Saved data entries
■ ■ ■ ■

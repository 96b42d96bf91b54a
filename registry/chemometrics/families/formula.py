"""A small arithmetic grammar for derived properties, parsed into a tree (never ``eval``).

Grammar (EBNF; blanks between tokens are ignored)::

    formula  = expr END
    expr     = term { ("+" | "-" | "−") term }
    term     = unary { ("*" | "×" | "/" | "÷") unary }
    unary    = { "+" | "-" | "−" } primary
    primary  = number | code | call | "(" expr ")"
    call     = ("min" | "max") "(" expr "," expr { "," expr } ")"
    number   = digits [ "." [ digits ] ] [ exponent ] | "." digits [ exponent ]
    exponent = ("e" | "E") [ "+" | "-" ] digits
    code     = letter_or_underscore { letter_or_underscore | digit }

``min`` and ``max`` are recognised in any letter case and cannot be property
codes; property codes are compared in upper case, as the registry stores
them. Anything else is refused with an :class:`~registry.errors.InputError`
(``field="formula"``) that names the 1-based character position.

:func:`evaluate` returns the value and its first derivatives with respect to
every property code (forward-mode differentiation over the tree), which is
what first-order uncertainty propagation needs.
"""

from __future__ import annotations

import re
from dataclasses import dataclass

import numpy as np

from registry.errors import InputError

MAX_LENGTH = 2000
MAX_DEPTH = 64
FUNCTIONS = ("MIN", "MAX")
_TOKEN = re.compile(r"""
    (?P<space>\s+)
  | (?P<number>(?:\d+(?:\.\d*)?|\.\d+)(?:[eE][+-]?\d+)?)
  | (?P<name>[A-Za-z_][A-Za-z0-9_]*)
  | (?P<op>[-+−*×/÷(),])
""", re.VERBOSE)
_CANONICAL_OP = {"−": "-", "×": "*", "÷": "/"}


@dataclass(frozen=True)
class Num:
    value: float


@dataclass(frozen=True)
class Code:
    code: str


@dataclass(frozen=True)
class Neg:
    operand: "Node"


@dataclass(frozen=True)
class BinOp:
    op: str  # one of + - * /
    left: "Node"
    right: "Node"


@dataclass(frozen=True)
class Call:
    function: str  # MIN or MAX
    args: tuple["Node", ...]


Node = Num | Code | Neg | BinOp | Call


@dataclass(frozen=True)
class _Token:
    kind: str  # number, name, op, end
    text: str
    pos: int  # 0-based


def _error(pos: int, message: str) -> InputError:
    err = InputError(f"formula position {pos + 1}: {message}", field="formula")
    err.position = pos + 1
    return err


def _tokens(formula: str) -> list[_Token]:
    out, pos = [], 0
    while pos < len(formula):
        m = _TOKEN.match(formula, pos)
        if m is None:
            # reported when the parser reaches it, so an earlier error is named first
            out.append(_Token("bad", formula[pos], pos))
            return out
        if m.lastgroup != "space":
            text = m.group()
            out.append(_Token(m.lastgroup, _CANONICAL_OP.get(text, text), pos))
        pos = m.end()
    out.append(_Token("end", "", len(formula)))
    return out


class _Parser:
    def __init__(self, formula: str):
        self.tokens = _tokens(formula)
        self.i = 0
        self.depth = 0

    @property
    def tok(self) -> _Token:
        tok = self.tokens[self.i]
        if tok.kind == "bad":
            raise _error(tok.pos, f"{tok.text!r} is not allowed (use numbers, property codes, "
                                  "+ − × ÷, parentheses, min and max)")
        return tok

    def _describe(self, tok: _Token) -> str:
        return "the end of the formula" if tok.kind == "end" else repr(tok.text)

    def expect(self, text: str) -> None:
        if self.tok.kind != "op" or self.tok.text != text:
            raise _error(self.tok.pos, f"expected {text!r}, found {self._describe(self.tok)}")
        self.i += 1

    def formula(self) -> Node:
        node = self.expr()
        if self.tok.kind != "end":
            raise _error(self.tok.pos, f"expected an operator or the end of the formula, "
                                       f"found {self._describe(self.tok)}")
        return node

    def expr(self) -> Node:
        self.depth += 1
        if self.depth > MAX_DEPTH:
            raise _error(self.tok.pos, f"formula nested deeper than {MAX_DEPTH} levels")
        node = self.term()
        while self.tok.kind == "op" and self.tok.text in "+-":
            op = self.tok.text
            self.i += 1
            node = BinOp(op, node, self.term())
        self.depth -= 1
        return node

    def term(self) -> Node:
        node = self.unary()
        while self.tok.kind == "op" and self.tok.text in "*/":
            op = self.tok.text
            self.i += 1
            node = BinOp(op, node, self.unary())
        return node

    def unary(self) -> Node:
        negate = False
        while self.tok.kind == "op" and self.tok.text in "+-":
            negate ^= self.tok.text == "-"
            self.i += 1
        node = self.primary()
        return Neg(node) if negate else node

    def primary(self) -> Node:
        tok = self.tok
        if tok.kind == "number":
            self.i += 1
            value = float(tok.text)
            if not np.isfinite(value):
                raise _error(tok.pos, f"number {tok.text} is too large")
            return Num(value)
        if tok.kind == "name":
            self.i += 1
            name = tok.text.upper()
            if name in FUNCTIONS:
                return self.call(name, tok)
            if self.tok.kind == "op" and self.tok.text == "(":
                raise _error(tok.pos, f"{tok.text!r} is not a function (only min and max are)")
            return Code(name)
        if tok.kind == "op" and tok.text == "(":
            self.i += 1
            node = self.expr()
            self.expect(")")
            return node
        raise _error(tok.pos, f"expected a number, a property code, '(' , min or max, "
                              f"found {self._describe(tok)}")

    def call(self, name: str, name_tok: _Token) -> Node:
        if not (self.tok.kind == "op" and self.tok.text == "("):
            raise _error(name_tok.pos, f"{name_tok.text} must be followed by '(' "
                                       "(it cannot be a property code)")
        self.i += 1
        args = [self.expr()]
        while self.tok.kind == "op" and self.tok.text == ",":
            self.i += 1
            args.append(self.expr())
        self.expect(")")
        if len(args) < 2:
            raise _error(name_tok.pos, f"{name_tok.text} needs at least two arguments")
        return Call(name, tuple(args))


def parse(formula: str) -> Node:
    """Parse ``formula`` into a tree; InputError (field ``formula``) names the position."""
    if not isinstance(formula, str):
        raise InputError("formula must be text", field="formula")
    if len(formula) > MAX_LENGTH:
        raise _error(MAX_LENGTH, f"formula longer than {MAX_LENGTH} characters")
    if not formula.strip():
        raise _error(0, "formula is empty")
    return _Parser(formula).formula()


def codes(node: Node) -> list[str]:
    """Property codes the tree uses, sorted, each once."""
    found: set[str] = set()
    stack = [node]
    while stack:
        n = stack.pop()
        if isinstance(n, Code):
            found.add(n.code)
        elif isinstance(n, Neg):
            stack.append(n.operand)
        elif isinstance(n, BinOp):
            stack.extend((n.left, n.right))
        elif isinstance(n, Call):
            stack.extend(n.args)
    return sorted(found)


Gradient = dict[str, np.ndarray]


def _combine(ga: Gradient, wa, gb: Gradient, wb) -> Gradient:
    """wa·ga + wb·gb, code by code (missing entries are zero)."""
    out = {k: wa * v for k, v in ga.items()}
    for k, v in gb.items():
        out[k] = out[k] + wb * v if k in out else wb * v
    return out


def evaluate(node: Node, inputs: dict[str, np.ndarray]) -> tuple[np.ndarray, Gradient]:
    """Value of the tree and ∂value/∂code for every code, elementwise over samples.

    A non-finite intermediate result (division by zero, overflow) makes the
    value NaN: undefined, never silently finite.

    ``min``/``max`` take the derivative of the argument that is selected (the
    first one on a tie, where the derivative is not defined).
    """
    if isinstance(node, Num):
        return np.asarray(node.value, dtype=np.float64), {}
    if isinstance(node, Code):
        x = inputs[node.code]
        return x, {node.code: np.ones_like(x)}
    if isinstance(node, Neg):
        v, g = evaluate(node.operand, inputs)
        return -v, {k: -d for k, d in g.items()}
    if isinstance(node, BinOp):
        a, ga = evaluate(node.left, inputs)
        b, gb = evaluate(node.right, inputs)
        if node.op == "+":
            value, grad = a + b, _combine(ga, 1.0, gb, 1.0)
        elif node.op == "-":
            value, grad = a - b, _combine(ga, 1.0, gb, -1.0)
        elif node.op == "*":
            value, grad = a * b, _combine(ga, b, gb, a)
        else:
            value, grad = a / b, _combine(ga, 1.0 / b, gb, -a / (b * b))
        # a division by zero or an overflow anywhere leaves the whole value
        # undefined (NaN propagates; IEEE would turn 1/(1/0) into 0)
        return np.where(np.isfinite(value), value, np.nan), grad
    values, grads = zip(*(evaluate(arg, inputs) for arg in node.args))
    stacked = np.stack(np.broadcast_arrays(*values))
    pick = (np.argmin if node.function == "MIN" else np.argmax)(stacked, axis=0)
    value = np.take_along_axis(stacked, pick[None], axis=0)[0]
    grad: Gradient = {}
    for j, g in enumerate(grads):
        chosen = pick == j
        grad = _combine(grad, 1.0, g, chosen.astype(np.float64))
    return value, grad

■ ■ ■ ■

▶ **What you are asked to do**
Give only the lines from the one holding "v for k, v in" through the one holding "value NaN: undefined, never", each restated exactly as it appears above.

▶ **Result of the exercise**
    out = {k: wa * v for k, v in ga.items()}
    for k, v in gb.items():
        out[k] = out[k] + wb * v if k in out else wb * v
    return out


def evaluate(node: Node, inputs: dict[str, np.ndarray]) -> tuple[np.ndarray, Gradient]:
    """Value of the tree and ∂value/∂code for every code, elementwise over samples.

    A non-finite intermediate result (division by zero, overflow) makes the
    value NaN: undefined, never silently finite.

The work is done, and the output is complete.